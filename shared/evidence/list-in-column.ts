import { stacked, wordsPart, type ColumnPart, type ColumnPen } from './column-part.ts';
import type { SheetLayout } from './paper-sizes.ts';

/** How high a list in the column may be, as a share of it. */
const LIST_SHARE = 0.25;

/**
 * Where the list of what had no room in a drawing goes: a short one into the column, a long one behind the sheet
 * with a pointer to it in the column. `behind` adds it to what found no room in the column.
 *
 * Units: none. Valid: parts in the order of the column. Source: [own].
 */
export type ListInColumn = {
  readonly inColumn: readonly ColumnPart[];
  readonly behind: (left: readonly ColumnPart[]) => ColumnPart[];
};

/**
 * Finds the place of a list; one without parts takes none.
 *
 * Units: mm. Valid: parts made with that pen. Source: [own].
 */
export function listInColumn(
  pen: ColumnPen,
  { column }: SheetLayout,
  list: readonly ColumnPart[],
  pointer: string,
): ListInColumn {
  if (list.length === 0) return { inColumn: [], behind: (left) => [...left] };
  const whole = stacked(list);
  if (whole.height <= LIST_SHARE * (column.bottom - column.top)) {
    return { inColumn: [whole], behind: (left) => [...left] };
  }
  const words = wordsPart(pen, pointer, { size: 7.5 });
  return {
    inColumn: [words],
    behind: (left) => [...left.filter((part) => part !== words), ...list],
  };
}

══════════════════════════════

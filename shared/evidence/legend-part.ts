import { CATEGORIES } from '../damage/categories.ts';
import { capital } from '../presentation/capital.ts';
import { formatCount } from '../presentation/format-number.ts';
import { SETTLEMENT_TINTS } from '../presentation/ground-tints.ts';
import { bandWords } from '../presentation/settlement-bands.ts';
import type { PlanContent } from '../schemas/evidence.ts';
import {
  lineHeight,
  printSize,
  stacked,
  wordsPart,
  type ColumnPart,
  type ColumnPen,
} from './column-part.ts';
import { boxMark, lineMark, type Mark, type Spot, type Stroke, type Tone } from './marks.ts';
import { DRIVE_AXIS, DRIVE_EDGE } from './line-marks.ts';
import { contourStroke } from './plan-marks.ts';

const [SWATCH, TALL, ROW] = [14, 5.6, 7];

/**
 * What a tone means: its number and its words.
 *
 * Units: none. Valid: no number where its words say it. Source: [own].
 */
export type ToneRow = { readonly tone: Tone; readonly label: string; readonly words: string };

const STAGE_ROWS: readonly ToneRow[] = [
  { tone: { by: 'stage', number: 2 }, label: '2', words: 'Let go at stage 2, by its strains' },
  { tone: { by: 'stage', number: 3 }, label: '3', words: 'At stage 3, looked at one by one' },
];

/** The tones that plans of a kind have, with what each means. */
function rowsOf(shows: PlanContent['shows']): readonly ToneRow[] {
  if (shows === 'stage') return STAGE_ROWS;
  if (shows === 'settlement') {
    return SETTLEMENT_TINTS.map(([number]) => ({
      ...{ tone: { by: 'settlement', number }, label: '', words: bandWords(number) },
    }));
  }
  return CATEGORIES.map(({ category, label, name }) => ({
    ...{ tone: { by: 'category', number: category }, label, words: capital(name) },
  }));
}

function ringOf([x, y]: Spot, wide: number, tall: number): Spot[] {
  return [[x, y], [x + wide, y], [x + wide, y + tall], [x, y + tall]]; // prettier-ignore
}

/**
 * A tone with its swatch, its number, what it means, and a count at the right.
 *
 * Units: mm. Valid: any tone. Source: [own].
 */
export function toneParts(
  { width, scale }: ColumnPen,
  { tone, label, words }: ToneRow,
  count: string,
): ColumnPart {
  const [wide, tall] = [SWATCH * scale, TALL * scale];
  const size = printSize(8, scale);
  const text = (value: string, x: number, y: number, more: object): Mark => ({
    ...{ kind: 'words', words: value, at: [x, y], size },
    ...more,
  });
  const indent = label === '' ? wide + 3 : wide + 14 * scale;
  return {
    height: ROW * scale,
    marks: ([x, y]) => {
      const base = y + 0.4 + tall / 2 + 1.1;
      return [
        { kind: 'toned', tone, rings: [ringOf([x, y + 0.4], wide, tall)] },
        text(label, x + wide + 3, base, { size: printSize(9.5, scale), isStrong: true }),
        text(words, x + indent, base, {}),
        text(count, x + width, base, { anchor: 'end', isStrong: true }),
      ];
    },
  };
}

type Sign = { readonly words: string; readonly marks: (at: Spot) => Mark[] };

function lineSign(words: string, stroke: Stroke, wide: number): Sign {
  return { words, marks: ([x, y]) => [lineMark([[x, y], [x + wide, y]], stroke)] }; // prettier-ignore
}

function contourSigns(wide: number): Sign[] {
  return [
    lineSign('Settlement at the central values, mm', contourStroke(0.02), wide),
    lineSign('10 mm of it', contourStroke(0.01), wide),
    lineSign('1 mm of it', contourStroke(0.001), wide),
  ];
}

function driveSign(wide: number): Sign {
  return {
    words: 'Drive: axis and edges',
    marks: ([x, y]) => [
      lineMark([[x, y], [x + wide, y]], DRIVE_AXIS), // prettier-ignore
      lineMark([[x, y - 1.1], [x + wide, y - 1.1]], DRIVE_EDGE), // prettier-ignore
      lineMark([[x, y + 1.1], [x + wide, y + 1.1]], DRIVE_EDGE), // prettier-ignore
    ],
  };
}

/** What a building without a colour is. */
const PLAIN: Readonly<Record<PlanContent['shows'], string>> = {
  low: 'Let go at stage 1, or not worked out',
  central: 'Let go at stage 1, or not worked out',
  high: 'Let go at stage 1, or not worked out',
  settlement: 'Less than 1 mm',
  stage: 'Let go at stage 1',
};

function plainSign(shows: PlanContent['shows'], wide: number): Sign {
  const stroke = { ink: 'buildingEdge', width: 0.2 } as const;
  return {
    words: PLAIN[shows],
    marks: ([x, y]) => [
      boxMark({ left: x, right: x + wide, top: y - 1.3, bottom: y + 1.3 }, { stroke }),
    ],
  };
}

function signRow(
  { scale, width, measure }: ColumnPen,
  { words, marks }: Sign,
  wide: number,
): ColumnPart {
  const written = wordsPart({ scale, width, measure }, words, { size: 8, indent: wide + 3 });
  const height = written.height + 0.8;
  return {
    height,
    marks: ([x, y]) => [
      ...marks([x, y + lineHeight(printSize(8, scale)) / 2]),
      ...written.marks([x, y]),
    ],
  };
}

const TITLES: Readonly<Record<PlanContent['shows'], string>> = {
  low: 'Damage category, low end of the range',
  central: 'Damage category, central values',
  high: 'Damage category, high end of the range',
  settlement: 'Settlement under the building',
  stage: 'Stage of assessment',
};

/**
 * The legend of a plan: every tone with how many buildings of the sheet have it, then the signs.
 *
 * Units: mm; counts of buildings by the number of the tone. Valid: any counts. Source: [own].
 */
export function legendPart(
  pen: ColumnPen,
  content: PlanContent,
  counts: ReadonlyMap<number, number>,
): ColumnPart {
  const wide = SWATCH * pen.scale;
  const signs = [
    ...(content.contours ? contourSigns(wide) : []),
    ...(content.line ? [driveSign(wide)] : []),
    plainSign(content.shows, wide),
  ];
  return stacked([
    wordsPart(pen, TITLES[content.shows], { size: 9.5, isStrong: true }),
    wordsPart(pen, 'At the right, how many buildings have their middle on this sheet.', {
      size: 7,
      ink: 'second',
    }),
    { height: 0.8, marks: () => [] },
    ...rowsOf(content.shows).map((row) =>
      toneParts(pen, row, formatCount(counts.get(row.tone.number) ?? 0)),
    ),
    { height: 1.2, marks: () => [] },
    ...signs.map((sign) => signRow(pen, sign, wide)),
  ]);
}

══════════════════════════════

Work request: There is a run of lines above from the one with "tone, label, words" to the one with "more: object): Mark"; print exactly that run, both ends included, and nothing else.

Exercise answer:
  { tone, label, words }: ToneRow,
  count: string,
): ColumnPart {
  const [wide, tall] = [SWATCH * scale, TALL * scale];
  const size = printSize(8, scale);
  const text = (value: string, x: number, y: number, more: object): Mark => ({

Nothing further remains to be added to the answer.